The cylindrical bar in the figure has a total length L=1.2 m, a diameter d=15 mm, and is confined by fixed supports at the walls A and B. A concentrated axial load FC=30 kN is applied to the bar at point C as indicated in the figure, with LAC>LBC. The bar is homogenous with Young’s modulus E. The material will fail if the magnitude of axial stress in the material exceeds σf=226 MPa.

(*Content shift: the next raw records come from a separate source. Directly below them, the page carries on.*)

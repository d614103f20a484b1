"""Fuzzing the bundle loader: whatever the bytes, the only exception that may escape is BundleError,
and whatever loads is the genuine model (or a model whose every field passed the checks).

Each hypothesis example tries a small batch of cases (hypothesis' own overhead per example is a few
milliseconds, a tiny bundle loads in about one), about 5,000 loads in all. ``derandomize`` keeps CI
runs repeatable; set ``FUZZ_SEED=random`` to explore new cases locally.
"""

from __future__ import annotations

import copy
import os

import numpy as np
import pytest
from hypothesis import HealthCheck, given, settings
from hypothesis import strategies as st

from nodecast.compiler import bundle as bundle_io
from nodecast.compiler import reference
from nodecast.compiler.bundle import BundleError
from nodecast.compiler.inspection import describe_bundle, format_description
from tests.compiler.test_bundle_integrity import (
    HEADER,
    assemble,
    npy,
    npy_with_header,
    parts,
    same_content,
    tiny_bundle,
)

ORIGINAL = tiny_bundle(n=1, m=2)
DATA = bundle_io.to_bytes(ORIGINAL)
MANIFEST, PAYLOADS = parts(ORIGINAL)


BATCH = 4


def fuzz_settings(examples: int):
    return settings(max_examples=examples, deadline=None, database=None,
                    derandomize=os.environ.get("FUZZ_SEED") != "random",
                    suppress_health_check=[HealthCheck.too_slow, HealthCheck.data_too_large])


def batches(strategy):
    return st.lists(strategy, min_size=BATCH, max_size=BATCH)


def load_or_refuse(data: bytes):
    """The loaded bundle, or None when refused; any other exception fails the test."""
    try:
        return bundle_io.from_bytes(data, "fuzzed.ncast")
    except BundleError as exc:
        assert "\n" not in str(exc)
        return None


def _paths(document, prefix=()):
    """Every key path inside a JSON document (records and lists)."""
    yield prefix
    if isinstance(document, dict):
        for key, value in document.items():
            yield from _paths(value, prefix + (key,))
    elif isinstance(document, list):
        for index, value in enumerate(document):
            yield from _paths(value, prefix + (index,))


MANIFEST_PATHS = [path for path in _paths(MANIFEST) if path and path != ("bundle_id",)]
json_values = st.recursive(
    st.none() | st.booleans() | st.integers(min_value=-(2**70), max_value=2**70)
    | st.floats(allow_nan=False, allow_infinity=False) | st.text(max_size=20),
    lambda inner: st.lists(inner, max_size=4) | st.dictionaries(st.text(max_size=8), inner,
                                                                  max_size=4),
    max_leaves=12)


damage = st.tuples(
    st.lists(st.tuples(st.integers(0, len(DATA) - 1), st.integers(0, 255)), min_size=1, max_size=6),
    st.one_of(st.none(), st.integers(0, len(DATA))), st.binary(max_size=8))


@fuzz_settings(400)
@given(batches(damage))
@pytest.mark.slow
def test_random_byte_damage_is_refused_or_harmless(cases):
    for changes, cut, inserted in cases:
        data = bytearray(DATA)
        for position, value in changes:
            data[position] = value
        if cut is not None:
            data[cut:cut] = inserted
        loaded = load_or_refuse(bytes(data))
        if loaded is not None:
            assert same_content(loaded, ORIGINAL)


@fuzz_settings(300)
@given(batches(st.tuples(st.sampled_from(MANIFEST_PATHS), json_values, st.booleans())))
@pytest.mark.slow
def test_any_manifest_value_anywhere_is_refused_or_sound(cases):
    for path, value, rehash_arrays in cases:
        manifest = copy.deepcopy(MANIFEST)
        target = manifest
        for key in path[:-1]:
            target = target[key]
        target[path[-1]] = value
        data = assemble(manifest, PAYLOADS, rehash="all" if rehash_arrays else "id")
        loaded = load_or_refuse(data)
        if loaded is not None:  # a change the checks let through must leave a usable bundle
            format_description(describe_bundle(loaded))
            assert reference.predict(loaded.network, [[0.5]]).shape == (1, 1)


descriptors = st.sampled_from(["<f8", ">f8", "<f4", "|O", "<i8", "<c16", "V8", "<f8x", "", "O"])
shapes = st.lists(st.integers(-3, 2**62), max_size=3).map(tuple) | st.sampled_from([(2, 1), (2,)])


headers = st.tuples(descriptors, st.sampled_from(["False", "True", "0", "None"]), shapes,
                    st.integers(0, 40), st.sampled_from([(1, 0), (2, 0), (3, 0), (9, 9)]))


@fuzz_settings(200)
@given(batches(headers))
@pytest.mark.slow
def test_random_npy_headers_are_refused_or_honest(cases):
    for descr, fortran, shape, n_values, version in cases:
        payload = npy_with_header(HEADER % (descr, fortran, shape), bytes(8 * n_values), version)
        payloads = dict(PAYLOADS, **{"arrays/hidden_weights.npy": payload})
        manifest = copy.deepcopy(MANIFEST)
        manifest["arrays"]["hidden_weights"]["shape"] = list(shape)
        loaded = load_or_refuse(assemble(manifest, payloads))
        if loaded is not None:
            assert (descr, fortran, version[0] in (1, 2)) == ("<f8", "False", True)
            assert loaded.network.hidden_weights.shape == shape == (2, 1) and n_values == 2


finite_or_not = st.floats(allow_nan=True, allow_infinity=True, allow_subnormal=True, width=64)


@fuzz_settings(150)
@given(batches(st.tuples(st.lists(finite_or_not, min_size=2, max_size=2), st.sampled_from(
    ["hidden_weights", "hidden_biases", "input_scale", "domain_low"]))))
@pytest.mark.slow
def test_any_float_values_are_refused_unless_finite_and_valid(cases):
    for values, field in cases:
        _check_float_case(values, field)


def _check_float_case(values, field):
    shape = PAYLOADS_SHAPES[field]
    array = np.resize(np.array(values), shape)
    payloads = dict(PAYLOADS, **{f"arrays/{field}.npy": npy(array)})
    manifest = copy.deepcopy(MANIFEST)
    manifest["arrays"][field]["shape"] = list(shape)
    loaded = load_or_refuse(assemble(manifest, payloads))
    valid = bool(np.all(np.isfinite(array)))
    if field == "input_scale":
        valid &= bool(np.all(array > 0))
    if field == "domain_low":
        valid &= bool(np.all(array <= ORIGINAL.network.domain_high))
    valid = valid and _within_content_limits(field, array)
    assert (loaded is not None) == valid
    if loaded is not None:
        assert getattr(loaded.network, field).tobytes() == array.tobytes()


def _within_content_limits(field, array) -> bool:
    """docs/reliability.md: values within 1e100, scales at least 1e-100, and the normalised
    domain, the pre-activations and the outputs over the domain within 1e100."""
    arrays = dict(ORIGINAL.network.arrays(), **{field: array})
    if any(np.max(np.abs(v)) > 1e100 for v in arrays.values()) or np.min(
            arrays["input_scale"]) < 1e-100:
        return False
    with np.errstate(all="ignore"):
        reach = np.maximum(abs(arrays["domain_low"] - arrays["input_offset"]),
                           abs(arrays["domain_high"] - arrays["input_offset"])) / arrays["input_scale"]
        z = np.abs(arrays["hidden_weights"]) @ reach + np.abs(arrays["hidden_biases"])
    return bool(np.max(reach) <= 1e100 and np.max(z) <= 1e100)


PAYLOADS_SHAPES = {name: getattr(ORIGINAL.network, name).shape
                   for name in ("hidden_weights", "hidden_biases", "input_scale", "domain_low")}


@fuzz_settings(100)
@given(batches(st.text(min_size=1, max_size=30)))
@pytest.mark.slow
def test_any_extra_entry_name_is_refused(names):
    for name in names:
        if name.split("\x00")[0] in bundle_io.EXPECTED_ENTRIES | {""}:
            continue  # a duplicate of a genuine entry (the zip writer warns); covered elsewhere
        try:
            data = assemble(MANIFEST, PAYLOADS, extra=[(name, b"payload")])
        except (UnicodeEncodeError, ValueError):
            continue  # not representable in a zip at all
        assert load_or_refuse(data) is None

If you apply the force at the center of the shaft ( LBC=LAC ), what safety factor SFmid would you have against failure? Provide a numerical (dimensionless) value:
If you want to apply the force FC as close as possible to the wall at B, but you also want to maintain a minimum safety factor SFmin=2 against failure, what is the minimum (LBC/LAC) that you can have? Provide a numerical (dimensionless) value:
To find the safety factor against failure when the force is applied at the center of the shaft, we can use the formula:
SF = σf / σ
Where SF is the safety factor, σf is the allowable stress (226 MPa), and σ is the stress in the material.
The formula for stress in a cylindrical bar under axial load is:
σ = FC / (π/4 * d^2)
Where FC is the applied force, π is the constant pi, and d is the diameter of the bar.
Given:
FC = 30 kN = 30,000 N
d = 15 mm = 0.015 m
σf = 226 MPa = 226 * 10^6 Pa
We can substitute these values into the formula and calculate σ:
σ = (30,000 N) / (π/4 * (0.015 m)^2)
= 8,638,171.67 Pa
Now we can calculate the safety factor:
SF = 226 * 10^6 Pa / 8,638,171.67 Pa
= 26.16
Therefore, the safety factor when the force is applied at the center of the shaft is 26.16.
To find the minimum (LBC/LAC) that will maintain a safety factor of at least 2, we can use the following formula:
SF = σf / σ
Given:
SFmin = 2
Using the same formula for stress in a cylindrical bar, we can set up the equation:
SFmin = σf / σ = 2
Solving for (LBC/LAC), we find:
(LBC/LAC) = (FC / (σf * π/4 * d^2)) * SFmin
Substituting the given values:
(LBC/LAC) = (30,000 N / (226 * 10^6 Pa * π/4 * (0.015 m)^2)) * 2
= 2.49
Therefore, the minimum (LBC/LAC) value to maintain a safety factor of at least 2 is approximately 2.49.